● **Exercise**: Show, in full, each line of the data that contains "displayName".

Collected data
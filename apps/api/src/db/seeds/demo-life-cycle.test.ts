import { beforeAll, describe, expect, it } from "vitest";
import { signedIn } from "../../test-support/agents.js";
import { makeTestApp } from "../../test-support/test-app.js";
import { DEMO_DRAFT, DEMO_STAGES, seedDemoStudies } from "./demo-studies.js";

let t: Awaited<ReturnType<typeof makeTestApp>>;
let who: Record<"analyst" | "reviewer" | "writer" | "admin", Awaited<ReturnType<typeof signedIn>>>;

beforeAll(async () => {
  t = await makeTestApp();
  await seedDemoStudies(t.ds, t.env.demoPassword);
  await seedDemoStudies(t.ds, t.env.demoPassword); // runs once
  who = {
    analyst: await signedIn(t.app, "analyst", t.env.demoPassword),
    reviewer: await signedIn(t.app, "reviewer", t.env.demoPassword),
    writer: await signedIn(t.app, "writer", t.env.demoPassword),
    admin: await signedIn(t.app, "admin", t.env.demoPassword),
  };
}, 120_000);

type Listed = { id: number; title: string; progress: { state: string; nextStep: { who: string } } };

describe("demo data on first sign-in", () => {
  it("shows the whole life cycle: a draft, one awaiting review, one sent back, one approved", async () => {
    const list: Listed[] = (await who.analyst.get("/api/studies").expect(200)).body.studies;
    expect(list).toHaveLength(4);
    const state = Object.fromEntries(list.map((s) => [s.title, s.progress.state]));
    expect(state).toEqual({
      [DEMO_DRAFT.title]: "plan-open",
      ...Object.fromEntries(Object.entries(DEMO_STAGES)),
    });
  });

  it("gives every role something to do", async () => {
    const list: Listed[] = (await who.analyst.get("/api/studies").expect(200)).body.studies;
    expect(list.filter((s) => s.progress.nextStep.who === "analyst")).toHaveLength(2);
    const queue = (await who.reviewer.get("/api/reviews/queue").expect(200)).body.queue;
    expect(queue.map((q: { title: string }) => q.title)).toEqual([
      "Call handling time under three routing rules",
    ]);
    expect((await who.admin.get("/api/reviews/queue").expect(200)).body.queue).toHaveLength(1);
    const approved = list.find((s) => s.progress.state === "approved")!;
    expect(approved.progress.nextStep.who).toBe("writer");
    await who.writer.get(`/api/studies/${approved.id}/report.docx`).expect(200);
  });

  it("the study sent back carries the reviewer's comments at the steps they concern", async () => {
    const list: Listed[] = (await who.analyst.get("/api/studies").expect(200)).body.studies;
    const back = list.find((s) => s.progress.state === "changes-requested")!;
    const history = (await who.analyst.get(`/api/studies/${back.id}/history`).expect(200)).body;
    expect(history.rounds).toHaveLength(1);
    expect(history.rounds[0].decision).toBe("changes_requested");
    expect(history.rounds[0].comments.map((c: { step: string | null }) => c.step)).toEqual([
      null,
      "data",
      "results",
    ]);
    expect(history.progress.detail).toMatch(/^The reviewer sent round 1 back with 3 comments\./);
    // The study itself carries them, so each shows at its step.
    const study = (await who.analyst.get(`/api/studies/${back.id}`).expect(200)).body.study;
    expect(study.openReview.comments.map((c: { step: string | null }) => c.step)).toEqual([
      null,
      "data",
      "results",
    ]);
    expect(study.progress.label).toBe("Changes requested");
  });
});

---

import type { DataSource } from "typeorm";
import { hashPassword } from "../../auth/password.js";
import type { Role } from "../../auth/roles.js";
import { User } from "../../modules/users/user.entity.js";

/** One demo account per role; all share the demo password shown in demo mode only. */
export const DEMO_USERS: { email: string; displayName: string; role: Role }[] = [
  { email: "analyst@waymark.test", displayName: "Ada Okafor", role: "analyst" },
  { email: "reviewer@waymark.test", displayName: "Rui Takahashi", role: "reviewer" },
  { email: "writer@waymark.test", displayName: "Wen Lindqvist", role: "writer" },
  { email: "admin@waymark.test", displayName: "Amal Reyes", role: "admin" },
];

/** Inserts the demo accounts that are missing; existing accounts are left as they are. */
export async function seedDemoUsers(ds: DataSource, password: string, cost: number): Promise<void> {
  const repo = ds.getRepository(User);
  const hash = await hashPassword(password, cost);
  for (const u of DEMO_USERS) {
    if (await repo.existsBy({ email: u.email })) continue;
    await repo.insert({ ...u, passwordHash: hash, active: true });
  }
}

● **Result**:
export const DEMO_USERS: { email: string; displayName: string; role: Role }[] = [
  { email: "analyst@waymark.test", displayName: "Ada Okafor", role: "analyst" },
  { email: "reviewer@waymark.test", displayName: "Rui Takahashi", role: "reviewer" },
  { email: "writer@waymark.test", displayName: "Wen Lindqvist", role: "writer" },
  { email: "admin@waymark.test", displayName: "Amal Reyes", role: "admin" },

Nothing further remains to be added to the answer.